While her given name is Kaori, she is almost always addressed by her nickname of Kaorin (かおりん) (nicknames are often formed by changing the end of a name in this way to sound cute). Kaorin's surname is speculated to be Aida, judging from a panel in volume one of the manga, however this is still unconfirmed.

Kaorin is normally shy and sensitive to a fault, but frequently has been known to display a ferocious temper and is prone to extreme jealousy when Sakaki is involved. She can also be more than a little neurotic. She has some artistic talent, and helped design Chiyo's penguin suit.

For her first two years, she is a member of the Astronomy Club and goes to their camps during the summer break. After the main group's first visit to Chiyo-chan's summer home, she is horrified to learn that Sakaki went after seeing some rather glamorous pictures of her would-be love interest, particularly one with Tomo inadvertently sleeping with her arms around Sakaki. In her senior year, she accompanies the group to Chiyo's summer home (and is, like Chiyo, left emotionally scarred by her ride in the Yukari-mobile). Also during that year, Kimura-sensei transferred her into his class, much to Kaorin's dismay (Kaorin dreads Kimura-sensei's attention even more emphatically than her peers do). Kimura-sensei expresses more interest in her than in any other student, to the point of planting a Kimura and Kaorin garden. He also tells her to call him by a nickname when she complains that she is the only student in class being addressed by a nickname. Kaorin attempts to overlook Kimura-sensei's faults after meeting his sensitive and sweet wife, however this ends quickly. On their final day of class, to Kaorin's horror, Kimura-sensei tells the class that he and Kaorin will be together forever. She also gets to take a photo with her beloved Miss Sakaki in that episode, which she demands Tomo to send her as soon as possible.

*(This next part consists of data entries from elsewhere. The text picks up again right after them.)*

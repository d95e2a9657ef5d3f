/**
 * The Teukolsky route (packages/flux: −s/+s two-sided shooting with flux
 * normalisations from Teukolsky & Press, ApJ 193, 443 (1974)) against the
 * independent Schwarzschild solver (packages/regge-wheeler: Regge–Wheeler
 * potential for s = 0, 1, 2 and Chandrasekhar's real Dirac potential for
 * s = 1/2, where Γ = |T|² by the Wronskian). The two share no code beyond the
 * Kerr background; agreement pins the flux normalisation of every spin.
 */
import { describe, expect, it } from 'vitest';
import { greybody } from '@penumbra/flux';
import { schwarzschildGreybody } from '@penumbra/regge-wheeler';

const OMEGAS = [1e-3, 0.01, 0.1, 0.3, 1, 2, 5];

describe('Teukolsky greybody factors at a = 0 agree with the independent Regge–Wheeler/Dirac solver', () => {
  for (const spin of [0, 0.5, 1, 2]) {
    it(`spin ${spin}: l ≤ 6, 1e-3 ≤ Mω ≤ 5, agree to 1e-9 relative wherever Γ ≥ 1e-30`, () => {
      let compared = 0;
      for (let l = spin; l <= 6; l++) {
        for (const omega of OMEGAS) {
          const ref = schwarzschildGreybody({ field: { spin }, l, omega }, { tol: 1e-11 });
          if (ref.gamma < 1e-30) continue;
          const m = spin === 0.5 ? 0.5 : 0;
          const got = greybody({ hole: { a: 0 }, mode: { field: { spin }, l, m }, omega }, { tol: 1e-10 });
          expect(Math.abs(got.gamma / ref.gamma - 1), `s=${spin} l=${l} Mω=${omega}`).toBeLessThan(1e-9);
          compared++;
        }
      }
      expect(compared).toBeGreaterThan(20);
    });
  }
});
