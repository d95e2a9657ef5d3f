// Cost of a massive Dirac mode against a massless s = 1/2 mode of the same
// j, m, a and ω, at the default tolerance 1e-8 (docs/massive-dirac.md). Both
// signs of κ are timed; the ratio is CPU time massive/massless (process CPU
// time, immune to preemption on a shared machine). Also prints the number of
// right-hand-side evaluations of each. Run after `npm run build`:
//   node bench/massive-dirac.bench.mjs
import { greybody } from '@penumbra/flux';
import { cpuMsPerCall, fmt, median, table } from './lib.mjs';

const CASES = [];
for (const a of [0, 0.7, 0.99]) {
  for (const [l, m] of [
    [0.5, 0.5],
    [1.5, -0.5],
    [2.5, 2.5],
  ]) {
    for (const [omega, mu] of [
      [0.3, 0.1],
      [0.8, 0.4],
      [0.0505, 0.05],
    ]) {
      CASES.push({ a, l, m, omega, mu });
    }
  }
}

const rows = [];
const ratios = [];
for (const c of CASES) {
  const massless = { hole: { a: c.a }, mode: { field: { spin: 0.5 }, l: c.l, m: c.m }, omega: c.omega };
  const tMassless = cpuMsPerCall(() => greybody(massless), 50, 20);
  const nMassless = greybody(massless).diagnostics.rhsEvaluations;
  for (const kappaSign of [1, -1]) {
    const massive = { hole: { a: c.a }, mode: { field: { spin: 0.5, mass: c.mu }, l: c.l, m: c.m, kappaSign }, omega: c.omega };
    const tMassive = cpuMsPerCall(() => greybody(massive), 50, 20);
    const nMassive = greybody(massive).diagnostics.rhsEvaluations;
    ratios.push(tMassive / tMassless);
    rows.push([
      c.a,
      c.l,
      c.m,
      c.omega,
      c.mu,
      kappaSign,
      fmt(tMassless),
      fmt(tMassive),
      fmt(tMassive / tMassless),
      nMassless,
      nMassive,
    ]);
  }
}
console.log(
  table(['a', 'j', 'm', 'Mω', 'Mμ', 'κ sign', 'massless ms', 'massive ms', 'ratio', 'rhs massless', 'rhs massive'], rows),
);
const sorted = [...ratios].sort((x, y) => x - y);
console.log(
  `massive/massless CPU time over ${ratios.length} modes: median ${fmt(median(ratios))}, max ${fmt(sorted.at(-1))}, min ${fmt(sorted[0])}`,
);
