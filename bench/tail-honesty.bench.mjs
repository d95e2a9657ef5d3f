// Honesty of greybody's error estimate in the tail (issue 14): l up to 100,
// Mω up to 30 and near-extremal counter-rotating modes, where the estimate
// now comes from one solve (Riccati steps charging their own error).
// Each mode is solved at the tested tol (default 1e-8, reflection off) and
// against a reference solve at tol 1e-12 (1e-11 where 1e-12 is refused as
// below the rounding floor); the true error is |Γ/Γ_ref − 1|. Printed per set:
// the worst ratio true error / estimate (through log10 |Γ|, so Γ below the
// double range counts too), the count of estimates below the
// true error (ratio > 1), the count of results missing tol, the check solves
// made, and the five worst modes.
//   set 1: the tail grid (lib.mjs tailGrid, 208 modes);
//   set 2: PASSES passes (default 16) of N random modes (default 25) each,
//          every pass its own seed: s ∈ {0, 1/2, 1, 2}, l uniform in
//          [max(|s|, ...), 100], any m, 0.01 ≤ Mω ≤ 30 log-uniform; a uniform
//          in [0, 0.9999], or in one draw of four near-extremal
//          (a ∈ {0.999, 0.9999, 0.99999}) and counter-rotating (m < 0).
// With --ode the references are integrated without Riccati steps (oscillation
// 'ode', tol 1e-11, or 1e-10 where that is refused), independent of them.
// Run: npx tsc -b && node bench/tail-honesty.bench.mjs [--tol=1e-8] [--passes=16] [--n=25] [--grid-only] [--ode]
import os from 'node:os';
import { tryGreybody } from '@penumbra/flux';
import { fmt, maximum, median, seededRandom, tailGrid } from './lib.mjs';

const arg = (name, fallback) => {
  const a = process.argv.find((x) => x.startsWith(`--${name}=`));
  return a ? Number(a.slice(name.length + 3)) : fallback;
};
const tol = arg('tol', 1e-8);
const PASSES = arg('passes', 16);
const N = arg('n', 25);
const spins = [0, 0.5, 1, 2];

function randomModes(seed) {
  const rand = seededRandom(seed);
  return Array.from({ length: N }, () => {
    const spin = spins[Math.floor(rand() * 4)];
    const lMin = Math.max(spin, spin === 0.5 ? 0.5 : 0);
    const l = lMin + Math.floor(rand() * (101 - Math.ceil(lMin)));
    let m = -l + Math.floor(rand() * (2 * l + 1));
    const extremal = rand() < 0.25;
    if (extremal && m >= 0) m = -m || -l;
    const a = extremal ? [0.999, 0.9999, 0.99999][Math.floor(rand() * 3)] : 0.9999 * rand();
    return { hole: { a }, mode: { field: { spin }, l, m }, omega: 0.01 * 3000 ** rand() };
  });
}

/** --ode: the references integrate every stretch by the ODE integrator (oscillation 'ode'), independent of the Riccati steps. */
const ode = process.argv.includes('--ode');

function reference(p) {
  for (const refTol of ode ? [1e-11, 1e-10] : [1e-12, 1e-11]) {
    const r = tryGreybody(p, { tol: refTol, reflection: false, ...(ode ? { oscillation: 'ode' } : {}) });
    if (r.status === 'success') return { ...r.solution, refTol };
  }
  return undefined;
}

function run(label, modes) {
  const t0 = performance.now();
  const out = { solved: 0, failed: 0, noReference: 0, below: 0, missed: 0, checks: 0, ratios: [], errors: [], worst: [] };
  for (const p of modes) {
    const r = tryGreybody(p, { tol, reflection: false });
    if (r.status !== 'success') {
      out.failed++;
      continue;
    }
    const ref = reference(p);
    if (!ref) {
      out.noReference++;
      continue;
    }
    out.solved++;
    const { relError, diagnostics } = r.solution;
    if (diagnostics.checkEvaluations > 0) out.checks++;
    // through log10 |Γ|: Γ below the double range (gamma 0) is compared too
    const trueError = Math.abs(Math.expm1((r.solution.log10Gamma - ref.log10Gamma) * Math.LN10));
    const ratio = trueError / relError;
    out.ratios.push(ratio);
    out.errors.push(trueError);
    if (ratio > 1) out.below++;
    if (trueError > tol) out.missed++;
    out.worst.push({ ratio, trueError, relError, refError: ref.relError, refTol: ref.refTol, p });
  }
  out.worst.sort((x, y) => y.ratio - x.ratio);
  console.log(
    `${label}: ${modes.length} modes in ${((performance.now() - t0) / 1e3).toFixed(0)} s — compared ${out.solved}, failed at tol ${tol} ${out.failed}, no reference ${out.noReference}; check solves ${out.checks}`,
  );
  console.log(
    `  estimates below the true error: ${out.below} of ${out.solved}; worst true/estimate ${fmt(maximum(out.ratios))}, median ${fmt(median(out.ratios))}; true error max ${fmt(maximum(out.errors))}, missed tol: ${out.missed}`,
  );
  for (const w of out.worst.slice(0, 5)) {
    const { hole, mode, omega } = w.p;
    console.log(
      `    ratio ${fmt(w.ratio)}: s=${mode.field.spin} l=${mode.l} m=${mode.m} a=${hole.a} Mω=${fmt(omega, 3)} true ${fmt(w.trueError)} estimate ${fmt(w.relError)} (reference at tol ${w.refTol}, its estimate ${fmt(w.refError)})`,
    );
  }
  return out;
}

const load = os
  .loadavg()
  .map((x) => x.toFixed(1))
  .join(' ');
const references = ode ? "oscillation 'ode' solves at tol 1e-11 (1e-10)" : 'tol 1e-12 (1e-11) solves';
console.log(`load average ${load}; greybody at tol ${tol} against ${references}`);
const all = [run('tail grid', tailGrid())];
if (!process.argv.includes('--grid-only')) {
  for (let pass = 0; pass < PASSES; pass++)
    all.push(run(`random pass ${pass + 1} (seed ${101 + pass})`, randomModes(101 + pass)));
  const ratios = all.flatMap((o) => o.ratios);
  const below = all.reduce((s, o) => s + o.below, 0);
  const compared = all.reduce((s, o) => s + o.solved, 0);
  const checks = all.reduce((s, o) => s + o.checks, 0);
  console.log(
    `all sets: ${compared} compared; estimates below the true error ${below}; worst true/estimate ${fmt(maximum(ratios))}; check solves ${checks}`,
  );
}
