// Emission totals of the four spins at a = 0.9 to 1e-6 in ONE fresh Node process, against the 2 s
// target and beside the two-lane figure of bench/emission.bench.mjs.
//   npx tsc -b && node bench/emission-one-process.bench.mjs [--runs 5]
// Why a single process: a fresh lane pays 4–5× a warm run for its first totals (V8 compiles the
// solver on its compiler threads), so two lanes pay that twice, while one process keeps its main
// thread busy and lets the compiler threads use the second core. The wall time is from spawning
// `node` to its exit (start-up and module loading included); CPU is the child's, all threads.
import { spawnSync } from 'node:child_process';
import os from 'node:os';
import { benchDir, median, writeResult } from './lib.mjs';

const child = `
const { emissionTotals } = await import('@penumbra/emission');
const out = [];
for (const spin of [0, 2, 0.5, 1]) {
  const r = emissionTotals({ hole: { a: 0.9 }, field: { spin } }, { tol: 1e-6 });
  out.push({ spin, power: r.power.value, powerError: r.power.absError });
}
const u = process.resourceUsage();
console.log(JSON.stringify({ out, cpuSeconds: (u.userCPUTime + u.systemCPUTime) / 1e6 }));
`;

const args = process.argv.slice(2);
const runs = Number(args[args.indexOf('--runs') + 1] ?? 5) || 5;
const load = os.loadavg()[0];
const walls = [];
const cpus = [];
let last;
for (let i = 0; i < runs; i++) {
  const t0 = performance.now();
  const r = spawnSync(process.execPath, ['--input-type=module', '-e', child], { cwd: benchDir, encoding: 'utf8' });
  const wall = (performance.now() - t0) / 1000;
  if (r.status !== 0) throw new Error(r.stderr);
  last = JSON.parse(r.stdout);
  walls.push(wall);
  cpus.push(last.cpuSeconds);
}
const least = Math.min(...walls);
console.log(
  `Emission totals, four spins at a = 0.9, tol 1e-6, one fresh process per run (${runs} runs) on ${os.cpus().length} cores, load average ${load.toFixed(1)} before`,
);
console.log(
  `wall (spawn to exit): least ${least.toFixed(2)} s, median ${median(walls).toFixed(2)} s (ratio of the least to the 2 s target ${(least / 2).toFixed(2)}); CPU of the process, all threads: least ${Math.min(...cpus).toFixed(2)} s, median ${median(cpus).toFixed(2)} s`,
);
for (const o of last.out)
  console.log(`  spin ${o.spin}: power·M² ${o.power.toExponential(8)} ± ${o.powerError.toExponential(1)}`);
writeResult('emission-one-process', { machine: { cores: os.cpus().length, load }, runs, walls, cpus, totals: last.out });
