// The hostile-input fuzz at more runs than CI: the library fuzz (test/fuzz-library.test.ts)
// and the CLI fuzz (packages/cli/test/fuzz.test.ts) at the same fixed seed with every run
// count multiplied by PENUMBRA_FUZZ_SCALE (default here 5), printing the calls per outcome
// class: finite result / InputError / ConvergenceError / other (other must be 0).
// Usage: npm run build && node bench/fuzz.bench.mjs [SCALE]
import { spawnSync } from 'node:child_process';
import { dirname, join } from 'node:path';
import { fileURLToPath } from 'node:url';

const root = join(dirname(fileURLToPath(import.meta.url)), '..');
const scale = process.argv[2] ?? '5';

function run(label, file, pattern) {
  const t0 = Date.now();
  const r = spawnSync('npx', ['vitest', 'run', file], {
    cwd: root,
    env: { ...process.env, PENUMBRA_FUZZ_SCALE: scale },
    encoding: 'utf8',
    maxBuffer: 64 * 1024 * 1024,
  });
  const out = `${r.stdout}\n${r.stderr}`;
  const line = out.split('\n').find((l) => l.includes(pattern));
  const counts = line ? JSON.parse(line.slice(line.indexOf('{'))) : undefined;
  const summary =
    out
      .split('\n')
      .find((l) => /Tests\s+\d/.test(l))
      ?.trim() ?? '(no summary)';
  const seconds = ((Date.now() - t0) / 1000).toFixed(0);
  if (!counts) {
    console.log(`${label}: no outcome line (vitest exit ${r.status}); ${summary}`);
    return;
  }
  const total = Object.values(counts).reduce((a, b) => a + b, 0);
  const share = Object.entries(counts)
    .map(([k, v]) => `${k} ${v} (${((100 * v) / total).toFixed(1)} %)`)
    .join(', ');
  console.log(`${label} at ${scale}× the CI runs: ${total} calls: ${share}; vitest ${summary}, ${seconds} s`);
}

console.log('outcome classes: finite result | InputError (CLI exit 2) | ConvergenceError (CLI exit 3) | other (must be 0)');
run('library fuzz', 'test/fuzz-library.test.ts', 'library fuzz outcomes:');
run('CLI fuzz', 'packages/cli/test/fuzz.test.ts', 'cli fuzz outcomes:');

Appearing only sparsely in the original manga, Kaorin's role was significantly increased for the anime, to the extent that she even appears with the rest of the group in the opening and closing credits. In the anime, she is notably closer to the other girls, going to Chiyo's house and preparing for the first Culture Festival with them, and accompanying them on their trip to a shrine on New Year's Day, after having an anime-exclusive New Year's dream of her own. Her involvement in existing stories and sketches from the manga is often increased for the anime, and she has several anime-exclusive skits dedicated to her, almost universally involving her pining over Sakaki or being pursued by Mr. Kimura. She is the only character to have one of their parents actually shown on-screen (not counting 'Chiyo Father'). Her mother, who bears a striking resemblance to her, appears in episode 8, waking Kaorin up from her New Year's Dream.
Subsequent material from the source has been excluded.